Twelve Steps begins with admitting one’s powerless like the woman from today’s Gospel did. She came out shouting her helplessness like Bill Wilson did. ‘Take pity on me.  – She was pleading – My daughter is tormented by a devil.’ In her story we discover that like Bill Wilson she was ready to do anything. In fact she swallowed her pride. The sense of failure which she lived with for many years was the environment for her realism but also for her faith in ‘a Power greater then ourselves’ as the Twelve Steps define it.
            My Dear Sisters and Brothers! After admitting one’s powerlessness and then one’s belief in a Power greater than oneself the person doing the Twelve Steps is encouraged to make a decision to turn his or her will and life to the care of God as she or he understood him. Some people claim that they are recovering from their addiction without any reference to God. My response to such comments is: ‘Good for you. I am happy that you beat you addiction. However do not call it Twelve Steps. What you are doing is your own steps. They may work but I cannot guarantee that. On the contrary I can guarantee that the original Twelve Steps born from Bill Wilson’s struggles with his life, his reflection on the Scriptures and his commitment to God, do work.
            Bill Wilson encouraged addicts to turn to God as they understood him. He didn’t lead people to some fairy stories or imaginary gods but he pointed to God whom we adore in Jesus Christ. Knowing from his experience that often people had a poor image of God, the image which was limited and fragmented, but it was all they had, he said to them: Hang on to that. Even if your faith is childish and superficial that’s all you’ve got. Hang on to that.
Because faith isn’t about imagining a god to make people feel better. Faith is not about having an imaginary friend, like some children sometimes do. Faith is about turning with our physical, emotional, spiritual, psychological, social insufficiency and fragility to God who can embrace us the way Jesus embraced that woman from today’s Gospel. She turned to Jesus and it was her victory. St Matthew tells us that she was addressing Christ as: ‘Son of David and Lord.’ She saw in Jesus not a visiting doctor but God. Her faith wasn’t perfect at that stage but she turned to God for real because God to whom she turned to was real. The outcome of that interaction was not only the miracle of healing granted to her daughter but it was also the great faith, as Jesus described it. She returned to her home not only to see a healthy daughter but to be a healthy and faith-filled mother to that daughter.

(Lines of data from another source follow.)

//! The logistic function σ(x) = 1/(1+e^-x), from the tanh table.
//!
//! Method: σ(x) = ½ + ½·tanh(x/2), so σ needs no table of its own: it reads
//! [`super::tanh`]'s table (tanh at spacing 2^-7), which in terms of x is σ − ½ sampled at
//! `i / 64` for `i = 0..=766`, i.e. the domain `[0, 11.96875]` at spacing 2^-6, with linear
//! interpolation between neighbouring samples. σ(−x) = 1 − σ(x), so only |x| is looked up and
//! negative arguments are mirrored, which makes `sigmoid(-x) == (1 << 30) - sigmoid(x)` exact.
//! From the last sample on (|x| ≥ 11.96875, where 1 − σ(x) < 6.4e-6) the result saturates at 1.0
//! (or 0 for negative x), the correctly rounded limit.
//!
//! Table: none here (0 bytes); tanh's 767 × `u16` (1534 bytes) read as Q0.17 values of σ − ½.
//! Entry `i` equals `round((σ(i / 64) − ½) · 2^17)` (round half away from zero); the test
//! `table_matches_std` recomputes that from Rust std's `f64::exp` (the outside reference) for
//! every entry.
//!
//! Error: half of tanh's bound (1.352e-5 / 2 = 6.76e-6; measured 5.10e-6) inside the domain,
//! and the saturation (< 6.4e-6) beyond it, plus the result's rounding (2^-31). The test
//! enforces [`MAX_ERROR`] = 6.77e-6 over its sweep; the measured maximum is 6.34e-6.

use super::tanh::{STEP_LOG2, TABLE, TABLE_FRAC};

/// The error bound derived above, which the test enforces: tanh's bound halved plus 2^-31,
/// rounded up.
pub const MAX_ERROR: f64 = 6.77e-6;
use super::{lookup, round_shr, MAX_FRAC, ONE, OUT_FRAC, STEP_FRAC};

/// σ(x) = 1/(1+e^-x) for the real value x = raw · 2^-frac (frac in 0..=62; treat larger as 62).
/// Result in Q1.30 (0 ..= 1<<30).
#[must_use]
pub fn sigmoid(raw: i64, frac: u32) -> i32 {
    // Spacing 2^-6 instead of tanh's 2^-7: the lookup reads tanh at |x|/2.
    let (mag, frac) = (raw.unsigned_abs(), frac.min(MAX_FRAC));
    let above_half = match lookup(&TABLE, mag, frac, STEP_LOG2 - 1) {
        // tanh(|x|/2) with TABLE_FRAC + STEP_FRAC fraction bits; one more halves it.
        Some(v) => round_shr(v, TABLE_FRAC + STEP_FRAC + 1 - OUT_FRAC),
        None => ONE / 2,
    };
    let s = ONE / 2 + above_half;
    // 0 ≤ s ≤ 2^30 fits i32.
    (if raw < 0 { ONE - s } else { s }) as i32
}

#[cfg(test)]
mod tests {
    use super::super::testing::{grid, out, real, ALL_FRACS, BOUND, EXTREMES, FRACS};
    use super::*;

    fn reference(x: f64) -> f64 {
        1.0 / (1.0 + (-x).exp())
    }

    /// The shared table, regenerated as σ − ½ from std's `f64::exp`.
    #[test]
    fn table_matches_std() {
        for (i, &entry) in TABLE.iter().enumerate() {
            let x = i as f64 / f64::from(1u32 << (STEP_LOG2 - 1));
            let want = ((reference(x) - 0.5) * f64::from(1u32 << (TABLE_FRAC + 1))).round();
            assert_eq!(f64::from(entry), want, "entry {i}");
        }
    }

    #[test]
    fn max_error_within_bound() {
        let mut worst = 0f64;
        for frac in FRACS {
            for raw in grid(-14.0, 14.0, frac) {
                let err = (out(sigmoid(raw, frac).into()) - reference(real(raw, frac))).abs();
                worst = worst.max(err);
            }
        }
        assert!(worst <= MAX_ERROR, "max error {worst:e}");
    }

    #[test]
    fn spot_values() {
        for frac in ALL_FRACS {
            assert_eq!(sigmoid(0, frac), 1 << 29);
        }
        // Saturated: |x| ≥ 2^(63 - frac) is far beyond the table for frac ≤ 32.
        for frac in [0, 16, 32] {
            assert_eq!(sigmoid(i64::MAX, frac), 1 << 30);
            assert_eq!(sigmoid(i64::MIN, frac), 0);
        }
        // σ(1) = e / (e + 1), from the constant e.
        let e = core::f64::consts::E;
        assert!((out(sigmoid(1 << 20, 20).into()) - e / (e + 1.0)).abs() <= BOUND);
    }

    #[test]
    fn mirror_symmetry_and_range() {
        for frac in FRACS {
            for raw in grid(-14.0, 14.0, frac) {
                let s = sigmoid(raw, frac);
                assert!((0..=1 << 30).contains(&s));
                if raw != i64::MIN {
                    assert_eq!(sigmoid(-raw, frac), (1 << 30) - s, "raw {raw} frac {frac}");
                }
            }
        }
    }

    #[test]
    fn extremes_and_large_frac() {
        for frac in ALL_FRACS {
            for raw in EXTREMES {
                let s = sigmoid(raw, frac);
                assert!((0..=1 << 30).contains(&s));
                assert_eq!(s, sigmoid(raw, frac.min(62)));
            }
        }
    }

    #[test]
    fn monotone() {
        // Every raw at frac 16 over [-13, 13], then a coarser grid at frac 62 over (-2, 2).
        let mut prev = sigmoid(i64::MIN, 16);
        for raw in (-13 << 16..=13 << 16).chain([i64::MAX]) {
            let s = sigmoid(raw, 16);
            assert!(s >= prev, "raw {raw}");
            prev = s;
        }
        let mut prev = sigmoid(i64::MIN, 62);
        for raw in (i64::MIN..=i64::MAX).step_by(1 << 45) {
            let s = sigmoid(raw, 62);
            assert!(s >= prev, "raw {raw}");
            prev = s;
        }
    }
}
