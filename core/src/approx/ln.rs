//! ln(x) for x > 0 by range reduction, table lookup and linear interpolation.
//!
//! Method: x = 2^e · m with integer e and m in [1, 2) (read off the position of `raw`'s top bit,
//! exactly), so ln(x) = e · ln 2 + ln(m). ln(m) is interpolated linearly in `TABLE`, which
//! samples `[1, 2]` at spacing 2^-7. The octave term uses ln 2 in Q.30 as `LN2`, equal to the
//! table's last entry, so each octave starts exactly where the previous one ends and the result
//! is non-decreasing in x. The domain is every positive input; `raw == 0` gives `None`.
//!
//! Table: 129 × `u32` = 516 bytes, entry `i` = `round(ln(1 + i/128) · 2^30)` (round half away
//! from zero). The generator of record is the test `table_matches_std`, which recomputes every
//! entry from Rust std's `f64::ln` (the outside reference).
//!
//! Error: the interpolation error h²/8 ≤ 2^-17 = 7.63e-6 (h = 2^-7, |ln''| ≤ 1), plus rounding
//! of ln 2 in `LN2` (0.05 · 2^-30 per octave, at most 64 octaves: 3.2 · 2^-30) and of the
//! entries and the result (2^-31 each). The test enforces [`MAX_ERROR`] = 2^-17 + 2^-27
//! (7.64e-6) over x in [2^-20, 2^40] and on extreme inputs down to 2^-62 and up to 2^64; the
//! measured maximum is 7.57e-6.

use super::{lookup, round_shr, MAX_FRAC, STEP_FRAC};

/// The error bound derived above, which the test enforces: 2^-17 + 2^-27.
pub const MAX_ERROR: f64 = 1.0 / 131_072.0 + 1.0 / 134_217_728.0;

/// log2 of the table spacing's reciprocal: samples at `1 + i · 2^-7`.
const STEP_LOG2: u32 = 7;

/// ln 2 with 30 fraction bits: `round(ln 2 · 2^30)`, the table's last entry.
const LN2: i64 = 744_261_118;

/// ln(x) for x = raw · 2^-frac > 0, frac in 0..=62 (larger is treated as 62).
/// Result with 30 fraction bits. Returns None for raw == 0.
#[must_use]
pub fn ln(raw: u64, frac: u32) -> Option<i64> {
    let top = raw.checked_ilog2()?;
    let e = i64::from(top) - i64::from(frac.min(MAX_FRAC));
    // m − 1 = (raw without its top bit) · 2^-top, in [0, 1): always inside the table.
    let m = lookup(&TABLE, raw ^ (1 << top), top, STEP_LOG2)?;
    // |e| ≤ 63: no overflow.
    Some(e * LN2 + round_shr(m, STEP_FRAC))
}

/// `round(ln(1 + i/128) · 2^30)` for `i = 0..=128`.
static TABLE: [u32; 129] = [
    0, 8356010, 16647494, 24875440, 33040817, 41144567, 49187615, 57170862, 65095192, 72961468,
    80770534, 88523216, 96220323, 103862646, 111450959, 118986020, 126468572, 133899340, 141279038,
    148608363, 155887996, 163118608, 170300854, 177435378, 184522808, 191563764, 198558849,
    205508659, 212413774, 219274768, 226092199, 232866618, 239598564, 246288566, 252937143,
    259544806, 266112055, 272639381, 279127266, 285576186, 291986604, 298358977, 304693756,
    310991380, 317252283, 323476891, 329665621, 335818887, 341937090, 348020629, 354069895,
    360085271, 366067135, 372015859, 377931807, 383815338, 389666807, 395486560, 401274940,
    407032282, 412758919, 418455175, 424121372, 429757825, 435364845, 440942737, 446491803,
    452012338, 457504636, 462968983, 468405662, 473814952, 479197128, 484552460, 489881214,
    495183654, 500460037, 505710618, 510935650, 516135378, 521310048, 526459898, 531585167,
    536686088, 541762891, 546815803, 551845048, 556850847, 561833416, 566792972, 571729724,
    576643883, 581535654, 586405240, 591252841, 596078655, 600882877, 605665699, 610427311,
    615167901, 619887653, 624586750, 629265371, 633923694, 638561895, 643180146, 647778619,
    652357483, 656916903, 661457044, 665978069, 670480138, 674963409, 679428038, 683874180,
    688301988, 692711611, 697103200, 701476899, 705832856, 710171213, 714492111, 718795691,
    723082092, 727351448, 731603897, 735839570, 740058601, 744261118,
];

#[cfg(test)]
mod tests {
    use super::super::testing::{out, BOUND, FRACS};
    use super::*;

    /// Generator of record: every entry recomputed from std's `f64::ln`.
    #[test]
    fn table_matches_std() {
        for (i, &entry) in TABLE.iter().enumerate() {
            let m = 1.0 + i as f64 / f64::from(1u32 << STEP_LOG2);
            let want = (m.ln() * f64::from(1u32 << 30)).round();
            assert_eq!(f64::from(entry), want, "entry {i}");
        }
        assert_eq!(LN2, i64::from(TABLE[TABLE.len() - 1]));
        assert_eq!(
            LN2 as f64,
            (core::f64::consts::LN_2 * f64::from(1u32 << 30)).round()
        );
    }

    /// The real value of `raw · 2^-frac`.
    fn real(raw: u64, frac: u32) -> f64 {
        raw as f64 * (-f64::from(frac)).exp2()
    }

    fn error(raw: u64, frac: u32) -> f64 {
        let y = ln(raw, frac).expect("raw > 0");
        (out(y) - real(raw, frac).ln()).abs()
    }

    /// Raw arguments at the ends of the u64 range and around every power of two, in order.
    fn extremes() -> impl Iterator<Item = u64> {
        (1..64)
            .flat_map(|p| {
                let b = 1u64 << p;
                [b - 1, b, b + 1, b | (b >> 1)]
            })
            .chain([u64::MAX - 1, u64::MAX])
    }

    #[test]
    fn max_error_within_bound() {
        // 250 000 log-spaced points of x over [2^-20, 2^40] for each frac, where representable.
        const N: u32 = 250_000;
        let mut worst = 0f64;
        for frac in FRACS {
            for k in 0..=N {
                let x = (-20.0 + 60.0 * f64::from(k) / f64::from(N)).exp2();
                let raw = (x * f64::from(frac).exp2()).round();
                if raw < 1.0 || raw >= 2f64.powi(64) {
                    continue;
                }
                worst = worst.max(error(raw as u64, frac));
            }
        }
        assert!(worst <= MAX_ERROR, "max error {worst:e}");
        // Extremes, over all representable x (2^-62 ..= 2^64).
        for frac in FRACS {
            for raw in extremes() {
                assert!(error(raw, frac) <= MAX_ERROR, "raw {raw} frac {frac}");
            }
        }
    }

    #[test]
    fn spot_values() {
        for frac in [0, 1, 8, 15, 16, 24, 30, 62, 63, 100, u32::MAX] {
            assert_eq!(ln(0, frac), None);
            let one = 1u64 << frac.min(62);
            assert_eq!(ln(one, frac), Some(0));
        }
        let ln2 = out(ln(2, 0).expect("2 > 0"));
        assert!((ln2 - core::f64::consts::LN_2).abs() <= BOUND);
        let ln10 = out(ln(10 << 40, 40).expect("10 > 0"));
        assert!((ln10 - core::f64::consts::LN_10).abs() <= BOUND);
        assert_eq!(ln(u64::MAX, 62), ln(u64::MAX, 100));
    }

    #[test]
    fn monotone() {
        // Every raw up to 2^22 at frac 16, then a grid with ~4096 points per octave over all u64.
        let mut prev = i64::MIN;
        for raw in 1..=1u64 << 22 {
            let y = ln(raw, 16).expect("raw > 0");
            assert!(y >= prev, "raw {raw}");
            prev = y;
        }
        let mut prev = i64::MIN;
        let mut raw = 1u64;
        loop {
            let y = ln(raw, 30).expect("raw > 0");
            assert!(y >= prev, "raw {raw}");
            prev = y;
            let Some(next) = raw.checked_add((raw >> 12).max(1)) else {
                break;
            };
            raw = next;
        }
        // Around every octave boundary, at every frac.
        for frac in 0..=62 {
            let mut prev = i64::MIN;
            for raw in extremes() {
                let y = ln(raw, frac).expect("raw > 0");
                assert!(y >= prev, "raw {raw} frac {frac}");
                prev = y;
            }
        }
    }
}
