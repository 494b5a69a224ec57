"""Command line: thin commands over the library.

Each module in this package that defines ``register(subparsers)`` adds one
top-level command; ``ORDER`` (an int) places it in ``--help``. A module whose
``register`` needs heavy imports (python-control, scipy.signal) also defines
``COMMAND`` (its name) and ``HELP`` (its one-line help): it is then registered
in full only when that command runs, so every other command starts fast. A command's
handler returns an exit status. Library errors a user can cause
(:class:`~compensator.errors.CompensatorError`) become one-line messages on
stderr and exit status 2; anything else is a bug and keeps its traceback.

This module imports nothing heavy at import time: :func:`main` takes charge of
Ctrl-C and SIGTERM before numpy, scipy or python-control load, so an interrupt
at any moment is one line and exit status 130.
"""

from __future__ import annotations

import argparse
import contextlib
import importlib
import os
import pkgutil
import signal
import sys
import threading
import warnings

from compensator import __version__

__all__ = ["build_parser", "main", "run", "INTERRUPTED_LINE"]

#: What an interrupted command prints on stderr (its only line about the interrupt).
INTERRUPTED_LINE = "compensator: interrupted"
#: 128 + SIGINT, as a shell reports Ctrl-C; the same as ``_common.EXIT_INTERRUPTED`` (kept here so the
#: signal handling needs no heavy import).
_EXIT_INTERRUPTED = 130
_STOP_SIGNALS = (signal.SIGINT, signal.SIGTERM)


class _Parser(argparse.ArgumentParser):
    """An argument parser whose usage errors are one line on stderr and exit status 2."""

    def error(self, message):
        from compensator.cli._common import COMMAND_LINE, EXIT_USAGE

        print(f"compensator: {COMMAND_LINE}: {message} (see '{self.prog} --help')", file=sys.stderr)
        raise SystemExit(EXIT_USAGE)


def _command_modules():
    modules = []
    for info in pkgutil.iter_modules(__path__):
        if info.name.startswith("_"):
            continue
        module = importlib.import_module(f"{__name__}.{info.name}")
        if hasattr(module, "register"):
            modules.append(module)
    return sorted(modules, key=lambda m: (getattr(m, "ORDER", 100), m.__name__))


def build_parser(only: str | None = None) -> argparse.ArgumentParser:
    """Return the top-level parser.

    Parameters
    ----------
    only : str, optional
        The command about to run. Commands that declare ``COMMAND`` and are
        not this one get a placeholder (listed in ``--help``, never parsed).
        ``None`` registers every command in full.
    """
    parser = _Parser(
        prog="compensator",
        description="Hold SiPM gain constant over temperature.",
    )
    parser.add_argument("--version", action="version", version=f"compensator {__version__}")
    subparsers = parser.add_subparsers(dest="command", metavar="COMMAND")
    subparsers.required = True
    for module in _command_modules():
        name = getattr(module, "COMMAND", None)
        if only is not None and name is not None and name != only:
            subparsers.add_parser(name, help=module.HELP)
        else:
            module.register(subparsers)
    return parser


# --- Ctrl-C and SIGTERM ---------------------------------------------------------------------------------------------
# One handler for SIGINT and SIGTERM whose behaviour follows the phase. While the libraries load and the arguments
# are parsed nothing has been written, so a signal ends the process at once (one line, exit 130). While the command
# runs, the first signal raises KeyboardInterrupt so that its clean-up code removes temporaries and partial file sets;
# later signals are ignored, so a second Ctrl-C cannot cut that clean-up short. Once the command has ended, a signal
# ends the process at once again. The phase is one global changed by single assignments, so no signal can fall
# between two handlers.
_AT_ONCE, _RUNNING, _STOPPING = "at once", "running", "stopping"
_phase = _AT_ONCE


def _on_signal(signum, frame):
    """Handler of SIGINT and SIGTERM for the whole life of a command (see the phases above)."""
    global _phase
    if _phase == _RUNNING:
        _phase = _STOPPING
        raise KeyboardInterrupt(f"signal {signum}")
    if _phase == _STOPPING:
        return
    os.write(2, (INTERRUPTED_LINE + "\n").encode())
    os._exit(_EXIT_INTERRUPTED)


def _install() -> dict:
    """Install the handler for SIGINT and SIGTERM (not for one the parent set to be ignored); return the previous ones.

    Outside the main thread, where handlers cannot be set, nothing changes.
    """
    previous = {}
    if threading.current_thread() is not threading.main_thread():
        return previous
    for sig in _STOP_SIGNALS:
        current = signal.getsignal(sig)
        if current is signal.SIG_IGN:  # e.g. `nohup`, or a background job of a non-interactive shell
            continue
        with contextlib.suppress(ValueError, OSError):
            signal.signal(sig, _on_signal)
            previous[sig] = current
    return previous


def main(argv: list[str] | None = None) -> int:
    """Run the command line; return the exit status.

    Parameters
    ----------
    argv : list of str, optional
        The arguments after the program name (default ``sys.argv[1:]``).

    Notes
    -----
    Arguments are parsed in full before a command starts, so a usage error
    is one line and comes before anything else, cautions included. Ctrl-C
    (SIGINT) and SIGTERM at any moment end the command with the one line
    ``compensator: interrupted`` and exit status 130: before the command
    starts (while numpy, scipy and python-control load) at once, during
    it after its clean-up code has run (no temporary or partial file set is
    left; a second signal does not cut the clean-up short). The signal
    handlers in place before the call are restored when it returns. Cautions
    the command queued (:func:`compensator.cli._common.caution`) are printed
    on stderr when it ends, unless it ends with a usage error or an interrupt. Numerical
    warnings raised inside numpy or scipy become one ``compensator: warning:``
    line each, without the library's file paths.
    """
    global _phase
    _phase = _AT_ONCE
    previous = _install()
    try:
        return _run_command(argv)
    finally:
        for sig, handler in previous.items():
            with contextlib.suppress(ValueError, OSError, TypeError):
                signal.signal(sig, handler if handler is not None else signal.SIG_DFL)


def _run_command(argv: list[str] | None) -> int:
    global _phase
    from compensator.cli._common import EXIT_INTERRUPTED, EXIT_OK, EXIT_USAGE, flush_cautions, numerical_warning_lines
    from compensator.errors import CompensatorError

    words = sys.argv[1:] if argv is None else argv
    parser = build_parser(only=next((w for w in words if not w.startswith("-")), ""))
    args = parser.parse_args(argv)

    status = EXIT_USAGE
    with warnings.catch_warnings(record=True) as caught:
        warnings.simplefilter("always")
        try:
            try:
                _phase = _RUNNING
                status = int(args.handler(args) or EXIT_OK)
                _phase = _AT_ONCE
            except CompensatorError as exc:
                _phase = _AT_ONCE
                for line in str(exc).splitlines() or [type(exc).__name__]:
                    print(f"compensator: {line}", file=sys.stderr)
                status = EXIT_USAGE
            except BrokenPipeError:  # e.g. piped into `head`
                _phase = _AT_ONCE
                status = EXIT_OK
        except KeyboardInterrupt:  # raised by the signal handler, or by one the command set (the phase is then "stopping")
            _phase = _STOPPING
            print(INTERRUPTED_LINE, file=sys.stderr)
            status = EXIT_INTERRUPTED
        finally:
            flush_cautions(show=status not in (EXIT_USAGE, EXIT_INTERRUPTED))
    for line in numerical_warning_lines(caught):
        print(line, file=sys.stderr)
    return status


def run() -> None:
    """The ``compensator`` program: :func:`main` on ``sys.argv``, then exit with its status.

    Unlike :func:`main`, the signal handler stays in place until the process
    ends, so a Ctrl-C in its last moments is still one line and exit status 130.
    """
    _install()
    sys.exit(main())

            My Dear fellow believers. These are not simply inspiring stories. They show us how much the Blessed Lord can accomplish in those who turn to him. When we turn to him and give our life to him we have a relationship with God. Then we have the life which can be compared to the Gospel from last Sunday. The man of little faith, Simon Peter, was sinking. What happened to him next? He cried out: ‘Lord! Save me’ and Jesus was holding his hand. We may have little faith but because our Lord is real he will save us like the Lord has saved millions of people doing the Twelve Steps.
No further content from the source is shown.